Looks like this is during module creation?  Maybe the bookmarks hashtable isn't created yet...
I'm able to reproduce this crash since I made some regression tests with older 3.0 builds. Everytime when I start a current nightly build with a profile, which was in use by an older 3.0 build, Minefield crashes.

Steps:
1. Load e.g. following build: http://ftp.mozilla.org/pub/mozilla.org/firefox/nightly/2008/04/2008-04-03-04-trunk/
2. Create a fresh profile and run it once with the above build
3. Start a current Minefield with the same profile

After step 3 we crash on startup. AFAIR that happened a while back. Marking as regression. I'll try to find the regression range.
Regressed between:

Mozilla/5.0 (Macintosh; U; Intel Mac OS X 10.5; en-US; rv:1.9.2a1pre) Gecko/20090127 Minefield/3.2a1pre

Mozilla/5.0 (Macintosh; U; Intel Mac OS X 10.5; en-US; rv:1.9.2a1pre) Gecko/20090128 Minefield/3.2a1pre

Checkins: http://tinyurl.com/b97u38

I suspect bug 449406.

The top 5 stack frames:

0  	XUL  	PL_DHashTableOperate  	pldhash.c:615
1 	XUL 	nsNavBookmarks::IsRealBookmark 	nsTHashtable.h:170
2 	XUL 	nsNavHistory::CalculateFrecency 	toolkit/components/places/src/nsNavHistory.cpp:7207
3 	XUL 	nsNavHistory::RecalculateFrecenciesInternal 	toolkit/components/places/src/nsNavHistory.cpp:7259
4 	XUL 	nsNavHistory::RecalculateFrecencies 	toolkit/components/places/src/nsNavHistory.cpp:7221
5 	XUL 	nsNavHistory::Init 	toolkit/components/places/src/nsNavHistory.cpp:551
Version: Trunk → 1.9.1 Branch
I've seen crash [@ PL_DHashTableOperate] once with debug build of mozilla-central once on OpenSolaris. But I couldn't reproduce it.

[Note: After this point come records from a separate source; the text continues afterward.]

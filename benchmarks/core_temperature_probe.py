"""Probe (not a tool feature): does a core temperature ahead of the case sensor explain the cold error?

At 0 degC the Panasonic 18650PF case warms 5-14 degC during a drive; under load the core runs warmer
than the case, so tables looked up at the case temperature over-predict the resistance.  This script
estimates the core temperature from the case reading with the two-state lumped thermal model of a
cylindrical cell (core heat capacity ``Cc``, core-to-case resistance ``Rc``; form from Lin et al.,
IEEE Trans. Control Syst. Technol. 21(5), 2013, and Forgez et al., J. Power Sources 195, 2961, 2010;
their 26650 values, about 60 J/K and 2 K/W, are quoted from memory)::

    Tc[k] = Tcase[k] + (Tc[k-1] - Tcase[k-1]) a + (1 - a) Rc P[k-1],   a = exp(-dt / (Rc Cc))

with the irreversible heat ``P = max(I (OCV(soc_ref, T) - V), 0)`` (entropic heat left out), writes
the recordings with the core temperature in place of the case reading (the refine recording too, in
the dataset preset's layout), and runs the documented ``identify -> estimate`` path with default
options at 10 Hz, as ``benchmarks/generalisation.py`` does.  It prints EKF SOC RMSE, coverage and the
wrong-start RMSE 600 s after a mid-drive hand-over (the hand-over carries the core state) per ``Rc``.

Needs the shared real data (``SOCFUSE_REALDATA``).  Usage::

    python benchmarks/core_temperature_probe.py [--temps 0 10] [--rc 0 2]
"""
from __future__ import annotations

import argparse
import sys
from pathlib import Path

import numpy as np
import pandas as pd

sys.path.insert(0, str(Path(__file__).resolve().parent))
import generalisation as g  # noqa: E402

CORE_HEAT_CAPACITY_J_PER_K = 40.0  # order of magnitude for an 18650 (see the module docstring)


def core_temperature(time_s, case_c, heat_w, rc_k_per_w: float, cc_j_per_k: float) -> np.ndarray:
    """Core temperature, degC, shape (n,), from the case reading and the heat (see the module docstring)."""
    tc = np.array(case_c, dtype=float)
    if rc_k_per_w <= 0:
        return tc
    tau = rc_k_per_w * cc_j_per_k
    for k in range(1, tc.size):
        a = np.exp(-(time_s[k] - time_s[k - 1]) / tau)
        tc[k] = case_c[k] + (tc[k - 1] - case_c[k - 1]) * a + (1 - a) * rc_k_per_w * heat_w[k - 1]
    return tc


def _preset_csv(path: Path, t, i, v, temp, ref, capacity_ah: float) -> None:
    # the Panasonic preset's layout (discharge negative, Ah counter negative on discharge)
    pd.DataFrame({"Time": t, "Current": -i, "Voltage": v, "Battery_Temp_degC": temp,
                  "Ah": -(1 - ref) * capacity_ah}).to_csv(path, index=False, float_format="%.9g")


def _metrics(trace: Path, after_s=None) -> dict:
    return g.metrics(g.read_trace(trace), after_s)


def probe(temp: str, rcs, work: Path, cli) -> list:
    root = g.realdata_root()
    case = g.pan_case(root, temp, work)
    cyc = g._pan_cycles(root, temp)
    ident = list(case.identify_args)
    k_ref = ident.index("--refine")
    model0 = work / "model_case.json"
    if cli(["identify", *ident, "-o", model0, "--force"]) != 0:
        raise SystemExit(f"identify failed: {cli.last_stderr.strip()[:300]}")
    from socfuse.models.modelfile import load_model

    m0 = load_model(model0)
    cap = m0.capacity_ah
    recs = {}
    for name, path in cyc.items():
        r = g._load(g.TestRec(name, path, "10 Hz", ("--preset", g.PAN_PRESET, "--ref-soc0", "1")), cap)
        t, i, v, tcase, ref = (np.asarray(x, dtype=float) for x in
                               (r.time_s, r.current_a, r.voltage_v, r.temperature_c, r.soc_ref))
        heat = np.maximum(i * (m0.ocv.voltage(np.clip(ref, 0, 1), tcase) - v), 0.0)
        recs[name] = (t, i, v, tcase, ref, heat)
    rows = []
    for rc in rcs:
        tag = f"rc{rc:g}"
        files, mean_dt = {}, {}
        for name, (t, i, v, tcase, ref, heat) in recs.items():
            tc = core_temperature(t, tcase, heat, rc, CORE_HEAT_CAPACITY_J_PER_K)
            files[name] = work / f"{name}_{tag}.csv"
            g._write_csv(files[name], t, i, v, tc, ref)
            if name == "Cycle_1":
                _preset_csv(work / f"Cycle_1_{tag}_preset.csv", t, i, v, tc, ref, cap)
            mean_dt[name] = float(np.mean(tc - tcase))
        argv = list(ident)
        argv[k_ref + 1] = work / f"Cycle_1_{tag}_preset.csv"
        model = work / f"model_{tag}.json"
        if cli(["identify", *argv, "-o", model, "--force"]) != 0:
            raise SystemExit(f"identify failed: {cli.last_stderr.strip()[:300]}")
        for rec in [*case.tune_recs, *case.tests]:
            tr = work / f"trace_{rec.name}_{tag}.csv"
            cli(["estimate", "--model", model, "--method", "ekf", files[rec.name], "-o", tr, "--force"])
            row = {"temp": temp, "rc": rc, "rec": rec.name + (" (refined on)" if rec.tuned_on else ""),
                   "dT": mean_dt[rec.name], **_metrics(tr)}
            # wrong start: the generalisation benchmark's own hand-over rule and offset
            t, i, v, tcase, ref, heat = recs[rec.name]
            k = g.handover_index(t, i, cap)
            d = pd.read_csv(files[rec.name]).iloc[k:]
            ho = work / f"handover_{rec.name}_{tag}.csv"
            d.to_csv(ho, index=False, float_format="%.9g")
            wrong = ref[k] - g.WRONG_START if ref[k] > 0.5 else ref[k] + g.WRONG_START
            tw = work / f"trace_ws_{rec.name}_{tag}.csv"
            cli(["estimate", "--model", model, "--method", "ekf", "--soc0", f"{wrong:.6f}", ho, "-o", tw,
                 "--force"])
            row["ws600_pct"] = _metrics(tw, g.WRONG_START_AFTER_S)["rmse_pct"]
            rows.append(row)
    return rows


def main(argv=None) -> int:
    ap = argparse.ArgumentParser(description=__doc__.split("\n\n")[0])
    ap.add_argument("--temps", nargs="+", default=["0", "10"], help="Panasonic cold cases: 0 10 (25 has no "
                    "temperature axis in its model, so nothing changes there)")
    ap.add_argument("--rc", nargs="+", type=float, default=[0.0, 2.0], help="core-to-case resistance, K/W")
    ap.add_argument("--work", default=str(Path.home() / ".cache" / "socfuse" / "core_temperature_probe"))
    a = ap.parse_args(argv)
    if g.realdata_root() is None:
        print("real data not found (SOCFUSE_REALDATA): nothing to probe", file=sys.stderr)
        return 0
    rows = []
    for temp in a.temps:
        work = Path(a.work) / f"pan{temp}"
        work.mkdir(parents=True, exist_ok=True)
        rows += probe(temp, a.rc, work, g.Cli(work / "cli.log"))
    print(f"{'case':6} {'Rc K/W':>6} {'recording':22} {'mean dT K':>9} {'RMSE%':>6} {'max%':>6} {'cov%':>6} "
          f"{'ws600%':>6}")
    for r in rows:
        print(f"pan{r['temp']:<3} {r['rc']:6.1f} {r['rec']:22} {r['dT']:9.2f} {r['rmse_pct']:6.2f} "
              f"{r['max_pct']:6.2f} {r.get('coverage_pct', float('nan')):6.1f} {r.get('ws600_pct', float('nan')):6.2f}")
    return 0


if __name__ == "__main__":
    sys.exit(main())
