def nis_summary(trace, confidence: float = 0.95, skip_s: float = 0.0) -> ConsistencyResult:
    """NIS test of one :class:`estimator.trace.Trace` (uses ``innovation_v``, ``innovation_var_v2``).

    Parameters
    ----------
    trace : Trace
    confidence : float
    skip_s : float
        Leave out the first ``skip_s`` seconds (initial transient), default none.

    Returns
    -------
    ConsistencyResult
        ``statistic="NIS"`` over the samples after ``skip_s``.

    References
    ----------
    Y. Bar-Shalom, X. R. Li and T. Kirubarajan, Estimation with Applications to Tracking and
    Navigation, Wiley, 2001, ch. 5.4.
    """
    keep = _after(trace.time_s, skip_s)
    return nis_test(np.asarray(trace.innovation_v)[keep], np.asarray(trace.innovation_var_v2)[keep], confidence)


def pooled_nis(traces, confidence: float = 0.95, skip_s: float = 0.0) -> ConsistencyResult:
    """NIS test over several traces pooled (all samples of all recordings in one average).

    Parameters
    ----------
    traces : iterable of Trace
        Uses ``innovation_v`` (V) and ``innovation_var_v2`` (V^2) of each.
    confidence : float
        Band probability, e.g. 0.95.
    skip_s : float
        Leave out the first ``skip_s`` seconds of each trace.

    Returns
    -------
    ConsistencyResult
        ``statistic="NIS"`` over all kept samples.

    Raises
    ------
    ConsistencyError
        When no trace is given.

    References
    ----------
    Y. Bar-Shalom, X. R. Li and T. Kirubarajan, Estimation with Applications to Tracking and
    Navigation, Wiley, 2001, ch. 5.4.
    """
    vals, vars_ = [], []
    for tr in traces:
        keep = _after(tr.time_s, skip_s)
        vals.append(np.asarray(tr.innovation_v)[keep])
        vars_.append(np.asarray(tr.innovation_var_v2)[keep])
    if not vals:
        raise ConsistencyError("NIS: no traces given")
    return nis_test(np.concatenate(vals), np.concatenate(vars_), confidence)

The last 2 lines in terminal is:
###!!! ASSERTION: nsTHashtable was not initialized properly.: 'mTable.entrySize', file ../../../../dist/include/xpcom/nsTHashtable.h, line 163
dist/bin/run-mozilla.sh: line 143: 29786: Memory fault(coredump)

The stack is:
  ---- called from signal handler with signal 11 (SIGSEGV) ------
  [8] PL_DHashTableOperate(table = 0xf3a9f9dc, key = 0x8041538, op = PL_DHASH_LOOKUP), line 613 in "pldhash.c"
  [9] nsTHashtable<nsBaseHashtableET<nsTrimInt64HashKey,long long> >::GetEntry(this = 0xf3a9f9dc, aKey = 139LL), line 165 in "nsTHashtable.h"
  [10] nsBaseHashtable<nsTrimInt64HashKey,long long,long long>::Get(this = 0xf3a9f9dc, aKey = 139LL, pData = 0x8041520), line 126 in "nsBaseHashtable.h"
  [11] nsNavBookmarks::IsRealBookmark(this = 0xf3a9f980, aPlaceId = 139LL), line 917 in "nsNavBookmarks.cpp"
  [12] nsNavHistory::CalculateFrecency(this = 0xf3223c00, aPlaceId = 139LL, aTyped = 0, aVisitCount = 1, aURL = CLASS, aFrecency = 0x8041648), line 7207 in "nsNavHistory.cpp"
  [13] nsNavHistory::RecalculateFrecenciesInternal(this = 0xf3223c00, aStatement = 0xf329a9a0, aCount = 50), line 7258 in "nsNavHistory.cpp"
  [14] nsNavHistory::RecalculateFrecencies(this = 0xf3223c00, aCount = 50, aRecalcOld = 0), line 7221 in "nsNavHistory.cpp"
  [15] nsNavHistory::Init(this = 0xf3223c00), line 550 in "nsNavHistory.cpp"
Finally I found a way to reproduce it: With certain firefox profile, switch between Firefox 3.0.5 and Firefox 3.2pre can 100% reproduce this issue.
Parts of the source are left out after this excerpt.